On a personal note, even having went through a substantial quit, I’m still not here to glorify it. I effectively run a craft consumer-facing small business between the writing, consults and option analytics. Bruh, I’m teetering on the edge of self-doubt and self-belief from day to day.

Making money and creating surplus go together. That I make less than I used to hurts because it feels like a statement about the surplus I create.

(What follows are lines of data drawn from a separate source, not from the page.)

"""What a fit is worth: standard errors, and the directions in which the sweep tells nothing.

Near its end a fit is linear in x. With J the slopes of the weighted residuals, s² = Σr²/(n − p) their variance and
J = U·S·Vᵀ, the coordinates have the covariance s²·V·S⁻²·Vᵀ (linear least squares, as in any textbook). Along column i
of V the sweep holds x to s/S_i. Where that is more than half a neper it is taken for not determined: then no key that
goes along it has a value.
"""

from __future__ import annotations

from collections.abc import Iterator, Sequence
from dataclasses import dataclass
from math import sqrt

import numpy as np

from polebook.record.sweeps.sweep import Array

LIMIT = 0.5  # of x, about a neper: a standard error past it is no figure
PAIRED = 0.95  # correlation from which two keys are told to go together
BESIDE = 0.8  # and from which one that is settled is told to go with one that is not
_LEAST = 1e-14  # of the greatest singular value: less is nothing


@dataclass(frozen=True, slots=True)
class Group:
    """Coordinates that can't be told apart. hold: how many of them would have to be held; beside: of those that are
    settled the ones that they go with."""

    members: tuple[int, ...]
    hold: int
    beside: tuple[int, ...] = ()


@dataclass(frozen=True, slots=True, eq=False)
class Judged:
    """By coordinate of x, those that were free.

    figures      how many residuals there were
    errors       standard errors; of no use where not determined
    determined   whether the sweep settles it;  felt  whether it would, were it free alone
    groups       coordinates that are felt and yet not settled, by what they share
    correlation  (x, x) of those that are determined, NaN elsewhere
    """

    figures: int
    errors: Array
    determined: tuple[bool, ...]
    felt: tuple[bool, ...]
    groups: tuple[Group, ...]
    correlation: Array


def judge(jacobian: Array, residuals: Array) -> Judged:
    """jacobian (n, p) and residuals (n,), weighted alike."""
    n, p = jacobian.shape
    deviation = float(np.sqrt(residuals @ residuals / max(n - p, 1)))
    _, sizes, across = np.linalg.svd(jacobian, full_matrices=False)
    floor = _LEAST * (float(sizes[0]) or 1.0) if sizes.size else 1.0
    reach = deviation / np.maximum(sizes, floor)  # what each direction is held to
    parts = across.T * reach  # (x, directions)
    errors = np.sqrt(np.square(parts).sum(axis=1))
    own = np.sqrt(np.square(jacobian).sum(axis=0))
    felt = tuple(bool(deviation <= LIMIT * one) and one > 0.0 for one in own)
    determined = tuple(bool(error <= LIMIT) for error in errors)
    with np.errstate(all="ignore"):
        correlation = parts @ parts.T / np.outer(errors, errors)
    known = np.outer(determined, determined)
    return Judged(n, errors, determined, felt, tuple(_groups(parts, reach, determined, felt, correlation)),
                  np.where(known, correlation, np.nan))


def _groups(parts: Array, reach: Array, determined: Sequence[bool], felt: Sequence[bool],
            correlation: Array) -> Iterator[Group]:
    """Coordinates that the sweep feels and does not settle, by the directions that they share."""
    found: list[tuple[set[int], int]] = []
    blind = {k for k in range(len(determined)) if felt[k] and not determined[k]}
    for direction in np.nonzero(reach > LIMIT)[0]:
        along = {k for k in blind if abs(parts[k, direction]) > LIMIT / len(determined)}
        if along:
            touching = [group for group in found if group[0] & along]
            found = [group for group in found if not group[0] & along]
            found.append((along.union(*(group[0] for group in touching)), 1 + sum(group[1] for group in touching)))
    found += [({k}, 1) for k in blind.difference(*(members for members, _ in found))]
    for members, count in found:
        beside = tuple(k for k, known in enumerate(determined)
                       if known and max(abs(correlation[k, m]) for m in members) > BESIDE)
        yield Group(tuple(sorted(members)), min(count, len(members) - (not beside)), beside)


def neighbours(residuals: Array) -> float:
    """Correlation of each residual with the next one up in frequency: near 0 for noise, near 1 for a curve.

    About 0 and not about the mean, for a level that is off is no noise either.
    """
    total = float(residuals @ residuals)
    return float(residuals[:-1] @ residuals[1:]) / total if total > 0.0 else 0.0


def waves(correlation: float, count: int) -> bool:
    """Whether what is left is no noise: neighbours are alike by over three standard errors, and by 0.3 at least."""
    return correlation > max(0.3, 3.0 / sqrt(count))


def rounded(value: float, error: float | None) -> float:
    """`value` to the digits that its standard error lets stand: its first one, its first two below 3; at most six."""
    if not value:
        return value
    first = int(f"{abs(value):e}".partition("e")[2])
    if not error:
        return float(f"{value:.5e}")
    lead, _, power = f"{error:e}".partition("e")
    last = int(power) - (float(lead) < 3.0)
    return float(f"{value:.{min(max(first - last, 0), 5)}e}")
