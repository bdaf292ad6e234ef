"""A cell of a sweep as a number."""

from __future__ import annotations

import re
from math import inf, nan

NUMBER = re.compile(r"[+-]?(?:[0-9]+\.?[0-9]*|\.[0-9]+)(?:[eE][+-]?[0-9]+)?")
OVERLOAD = 9.9e37  # from here on instruments mean infinity (9.9E37) or no number (9.91E37, SCPI-99 volume 1, 7.2.1.4)
_MISSING = frozenset({"", "-", "--", "---", "?", "nan", "na", "n/a", "#n/a", "null", "none"})
_INFINITE = frozenset({"inf", "infinity"})


def number(cell: str) -> float | None:
    """The number that a cell holds, with a decimal point; None where it is no number.

    NaN where it says that there is none, infinite where it says so.
    """
    if NUMBER.fullmatch(cell):
        value = float(cell)
        return value if abs(value) < OVERLOAD else nan
    word = cell.replace("−", "-").lower()
    if word != cell:
        return number(word)
    if word in _MISSING or word.lstrip("+-").startswith(("1.#ind", "1.#qnan", "1.#snan", "nan")):
        return nan
    bare = word.lstrip("+-")
    if bare in _INFINITE or bare.startswith("1.#inf"):
        return -inf if word.startswith("-") else inf
    return None
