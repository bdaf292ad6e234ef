"""The keys that a fit may set, and the coordinates that it moves them in.

What has to be there goes by its logarithm. What may also be 0 (a stray, any high-role capacitance) goes by
x = ln(1 + value/scale), which is even in the value near 0 and in its logarithm far above: so a fit may begin where
the file has nothing, and end there.
"""

from __future__ import annotations

from collections.abc import Iterator, Mapping, Sequence
from dataclasses import dataclass, replace
from math import exp, expm1, log, log1p
from typing import Any

from polebook.chain.located import PathRefused
from polebook.chain.model import Chain
from polebook.chain.paths import locate
from polebook.chain.said import said
from polebook.quantity import DIMENSIONS

REACH = 1e4  # how many times more or less than it is a value may become
LEAST = 1e-9  # of its scale, for a value that may be 0: as good as nothing, and still a part
BEGINS = {"capacitance": 1e-12, "inductance": 1e-9, "resistance": 1.0}
"""Where a value begins that the file does not have, until it is known what it does."""
_NO_SIZE = frozenset({"temperature", "decibel", "share"})
_NO_NETWORK = frozenset({"target", "tolerance", "preferred", "bench"})
_ENDS = ("source.resistance", "load.resistance")
STRAY = "stray"


@dataclass(frozen=True, slots=True)
class Key:
    """One free key.

    path       among the chain's numbers, "Q1.stray";  dimension  of quantity.DIMENSIONS
    now        the file's size, 0 where it has none;  sign  of the value, which stays
    optional   it may be 0
    scale      of an optional one: where x turns from even in the value to even in its logarithm
    """

    path: str
    dimension: str
    now: float
    sign: float
    optional: bool
    scale: float = 0.0

    @property
    def start(self) -> float:
        """The size that a fit begins at."""
        return self.now or self.scale or BEGINS.get(self.dimension, 1.0)

    def x(self, size: float) -> float:
        return log1p(size / self.scale) if self.optional else log(size)

    def size(self, x: float) -> float:
        return self.scale * expm1(x) if self.optional else exp(x)

    def slope(self, size: float) -> float:
        """d size/dx."""
        return size + self.scale if self.optional else size

    @property
    def bounds(self) -> tuple[float, float]:
        """Of x."""
        low = LEAST * self.scale if self.optional else self.start / REACH
        return self.x(low), self.x(REACH * max(self.start, self.scale))


def free(chain: Chain, data: Mapping[str, Any], words: Sequence[str], reference: bool) -> tuple[Key, ...]:
    """The keys of `words`, else the wiring capacitance of every stage.

    data       the content of the file;  reference  the sweep is between a reference resistance
    Raises ProblemsFound for a path that leads to nothing that a fit can set.
    """
    paths = [_path(chain, data, word) for word in words] if words else list(_strays(chain))
    if not paths:
        raise PathRefused("the chain has no stage with a stray", "without --free the strays are fitted",
                          "name what may change, such as --free source.capacitance")
    return tuple(_key(chain, data, path, reference) for path in dict.fromkeys(paths))


def _strays(chain: Chain) -> Iterator[str]:
    return (f"{stage.name}.{STRAY}" for stage in chain.stages if not stage.left_out)


def _path(chain: Chain, data: Mapping[str, Any], word: str) -> str:
    """The path among the chain's numbers: a stage named by its position goes by its name."""
    found = locate(word, data)
    if found.path[0] == "stage" and isinstance(found.path[1], int):
        return chain.stages[found.path[1]].name + found.number[found.number.index("."):]
    return found.number


def _key(chain: Chain, data: Mapping[str, Any], path: str, reference: bool) -> Key:
    param = locate(path, data).param
    dimension = param.dimension if param else ""
    if param is None or dimension not in DIMENSIONS or dimension in _NO_SIZE or path.partition(".")[0] in _NO_NETWORK:
        raise PathRefused(f"{said(path)} can't be fitted", "it is no size that a response follows from",
                          "name a value such as Q1.stray, Q2.rc or device.D.ft")
    if reference and path in _ENDS:
        raise PathRefused(f"{said(path)} can't be fitted to this sweep",
                          "S parameters are told between their own reference resistance, whatever the file has there",
                          "name another key")
    now = chain.get(path) or 0.0
    optional = param.sign == "nonnegative" and ".arms." not in path
    if not now and not optional:
        why = "it would short what stands beside it" if ".arms." in path else "without it that place is open"
        raise PathRefused(f"{said(path)} is {'zero' if chain.get(path) == 0.0 else 'absent'}",
                          f"a fit has no value to begin at, and {why}",
                          f"give it one: polebook set FILE {path} {DIMENSIONS[dimension].example}")
    return Key(path, dimension, abs(now), -1.0 if now < 0 else 1.0, optional,
               (abs(now) or BEGINS.get(dimension, 1.0)) if optional else 0.0)


def scaled(key: Key, scale: float) -> Key:
    """An optional key with its scale by what it does."""
    return replace(key, scale=scale) if key.optional and scale > 0.0 else key
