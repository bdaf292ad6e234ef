"""Touchstone 1.x (.s2p): the S parameters of a two-port, of which S21 is the gain.

Touchstone File Format Specification, revision 1.1, EIA/IBIS Open Forum, 2002. A comment runs from ! to the end of its
line. The option line `# Hz|kHz|MHz|GHz S MA|DB|RI R n` stands before the data; what it leaves out is GHz, S, MA and
50 ohms, case does not matter, further option lines are ignored. Each frequency has S11 S21 S12 S22, two numbers each,
angles in degrees. Noise data of five numbers follow where the frequency falls back.

With the reference resistance R on both sides S21 = 2·V2/Vs, so that V(load)/EMF = S21/2 for a source and a load of R.
"""

from __future__ import annotations

from collections.abc import Iterator
from math import inf, isfinite, log10
from typing import NoReturn

from polebook.problem import Place, Problem, ProblemsFound
from polebook.quantity import engineering
from polebook.record.sweeps.gather import COMPLEX, DECIBELS, MAGNITUDE, Rows
from polebook.record.sweeps.numbers import NUMBER
from polebook.record.sweeps.source import refuse
from polebook.record.sweeps.sweep import Sweep
from polebook.refusal import quoted

ENDING = ".s2p"
HALF_DB = 20.0 * log10(2.0)
_UNITS = {"hz": 1.0, "khz": 1e3, "mhz": 1e6, "ghz": 1e9}
_NAMES = {"hz": "Hz", "khz": "kHz", "mhz": "MHz", "ghz": "GHz"}
_FORMS = {"ma": MAGNITUDE, "db": DECIBELS, "ri": COMPLEX}
_OTHERS = {"y": "Y", "z": "Z", "h": "H", "g": "G"}
_RECORD, _NOISE = 9, 5  # numbers of a frequency
_EXAMPLE = "write it like # MHz S MA R 50"


def check(name: str, ending: str) -> None:
    """Raises ProblemsFound for a name that says Touchstone, but of another number of ports, or of version 2."""
    ports = ending[2:-1]
    if ending == ".ts":
        raise ProblemsFound([Problem(Place(name), "this is a Touchstone file of version 2",
                                     "version 1 is read, in files that end in .s2p", "save it in version 1")])
    if ending.startswith(".s") and ending.endswith("p") and ports.isdecimal() and ports != "2":
        raise ProblemsFound([Problem(Place(name), f"this is a file of {ports} port{'s' * (ports != '1')}",
                                     "the gain of a chain is S21 of a two-port",
                                     "save the two ports of the chain as .s2p")])


def parse(name: str, text: str) -> Sweep:
    """The sweep that a Touchstone text holds. Raises ProblemsFound."""
    return _Reader(name, text).sweep()


class _Reader:
    """One file at work: `rows` from the option line on."""

    def __init__(self, name: str, text: str) -> None:
        self.name, self.text = name, text
        self.rows: Rows | None = None
        self.last_hz = -inf
        self.noise: list[int] = []
        self.begun: list[tuple[int, float]] = []  # numbers of a frequency that is not complete, with their lines

    def sweep(self) -> Sweep:
        for number, line in self._lines():
            if line[0] == "[":
                self._refuse(number, "this is a Touchstone file of version 2",
                             "keywords in brackets are of version 2, and version 1 is read", "save it in version 1")
            elif line[0] == "#":
                if self.rows is None:
                    self.rows = self._options(number, line)
            elif self.rows is None:
                self._refuse(number, "there is no option line before the data",
                             "it tells unit, form and reference resistance", _EXAMPLE)
            else:
                self._data(self.rows, number, [self._number(number, word) for word in line.split()])
        if self.begun:
            self._refuse(self.begun[0][0], f"its frequency has {len(self.begun)} numbers, and the file ends",
                         "a two-port has the frequency, and two numbers each of S11, S21, S12 and S22",
                         "complete the line, or take it out")
        if self.rows is None:
            self._refuse(0, "there is no option line", "it tells unit, form and reference resistance", _EXAMPLE)
        if self.noise:
            first, last = self.noise[0], self.noise[-1]
            where = f"line {first}" if first == last else f"lines {first} to {last}"
            self.rows.notes.append(f"noise data in {where}: not used")
        return self.rows.sweep()

    def _lines(self) -> Iterator[tuple[int, str]]:
        """Lines with their numbers, without comments and blanks."""
        for number, line in enumerate(self.text.split("\n"), 1):
            kept = line.partition("!")[0].strip()
            if kept:
                yield number, kept

    def _options(self, number: int, line: str) -> Rows:
        words = line[1:].split()
        unit, form, ohm = "ghz", "ma", 50.0
        at = 0
        while at < len(words):
            word = words[at].lower()
            if word in _UNITS:
                unit = word
            elif word in _FORMS:
                form = word
            elif word == "r":
                at += 1
                ohm = self._ohm(number, words[at] if at < len(words) else "")
            elif word in _OTHERS:
                self._refuse(number, f"the file holds {_OTHERS[word]} parameters", "a gain is read from S parameters",
                             "save it with S parameters")
            elif word != "s":
                self._refuse(number, f"{quoted(words[at])} is no option of Touchstone 1",
                             "an option line has a unit of frequency, S, a form (MA, DB, RI) and R with ohms", _EXAMPLE)
            at += 1
        ohms = engineering(ohm, "Ω")
        rows = Rows(self.name, self.text, _FORMS[form], True, _UNITS[unit], 1.0, HALF_DB, ohm)
        rows.notes.append(f"read as {_NAMES[unit]}, S21 as {_FORMS[form]}{'' if form == 'ri' else ' and degrees'}")
        rows.notes.append(f"S21 is between {ohms} and {ohms}; V(load)/EMF is half of it, 6.02 dB less")
        return rows

    def _ohm(self, number: int, word: str) -> float:
        value = float(word) if NUMBER.fullmatch(word) else 0.0
        if not (value > 0.0 and isfinite(value)):
            self._refuse(number, f"{quoted(word)} is no reference resistance" if word else "R has no number behind it",
                         "R is followed by the resistance in ohms that the parameters refer to", _EXAMPLE)
        return value

    def _number(self, line: int, word: str) -> float:
        if not NUMBER.fullmatch(word):
            self._refuse(line, f"{quoted(word)} is no number",
                         "data are numbers with a decimal point; what is none begins with !",
                         "mend it, or put ! before what is a comment", word)
        return float(word)

    def _data(self, rows: Rows, line: int, numbers: list[float]) -> None:
        """Takes the numbers of a line: a record, a part of one, or noise."""
        falls = numbers[0] <= self.last_hz
        if not self.begun and (self.noise or (falls and len(numbers) == _NOISE)):
            if len(numbers) != _NOISE:
                self._refuse(line, f"the line has {len(numbers)} numbers",
                             f"behind line {self.noise[0]} stand noise data, of {_NOISE} numbers a line",
                             "complete the line, or take it out")
            self.noise.append(line)
            return
        if not self.begun and falls:
            self._refuse(line, "the frequency does not rise", "frequencies of a Touchstone file rise, each once",
                         "sort the lines, or take this one out")
        self.begun += [(line, number) for number in numbers]
        if len(self.begun) > _RECORD:
            first = self.begun[0][0]
            what = f"the line has {len(self.begun)} numbers" if first == line else \
                f"lines {first} to {line} have {len(self.begun)} numbers together"
            self._refuse(line, what, "a frequency of a two-port has nine: itself, and two each of S11, S21, S12, S22",
                         "look for a number that is missing, or one too many")
        if len(self.begun) == _RECORD:
            first, values = self.begun[0][0], [value for _, value in self.begun]
            self.last_hz = values[0]
            self.begun = []
            rows.add(first, values[0], values[3], values[4])

    def _refuse(self, line: int, what: str, why: str, fix: str, word: str = "") -> NoReturn:
        source = self.text.split("\n")[line - 1] if line else ""
        at = source.find(word) + 1 if word else 0
        refuse(self.name, self.text, line, what, why, fix, at, max(1, len(word)))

[I obviously understand that it’s not that simple. Leverage and ability to capture a share of surplus are giant inputs into what you actually get paid. That there’s no-name closet indexers richer than your favorite drummer is capitalism’s bunion but I’m not suggesting we amputate the foot even if I’d get some perverse joy from clawbacks against people who suck.]

Still, I wrestle with this quite a bit. I don’t really see myself as a businessman. As someone who would spin something up just because they see an opportunity. I’ve always been impressed by those kinds of people because I wish I could be like that. But it’s hard for me to care about something unless I love it. I don’t care about solving a problem just because it exists. There are infinite problems and I have one attention span. To a businessman, profit helps them filter. But more money than I actually need* is not motivating enough to do work I don’t care about. How would I even be excellent at something I didn’t care about?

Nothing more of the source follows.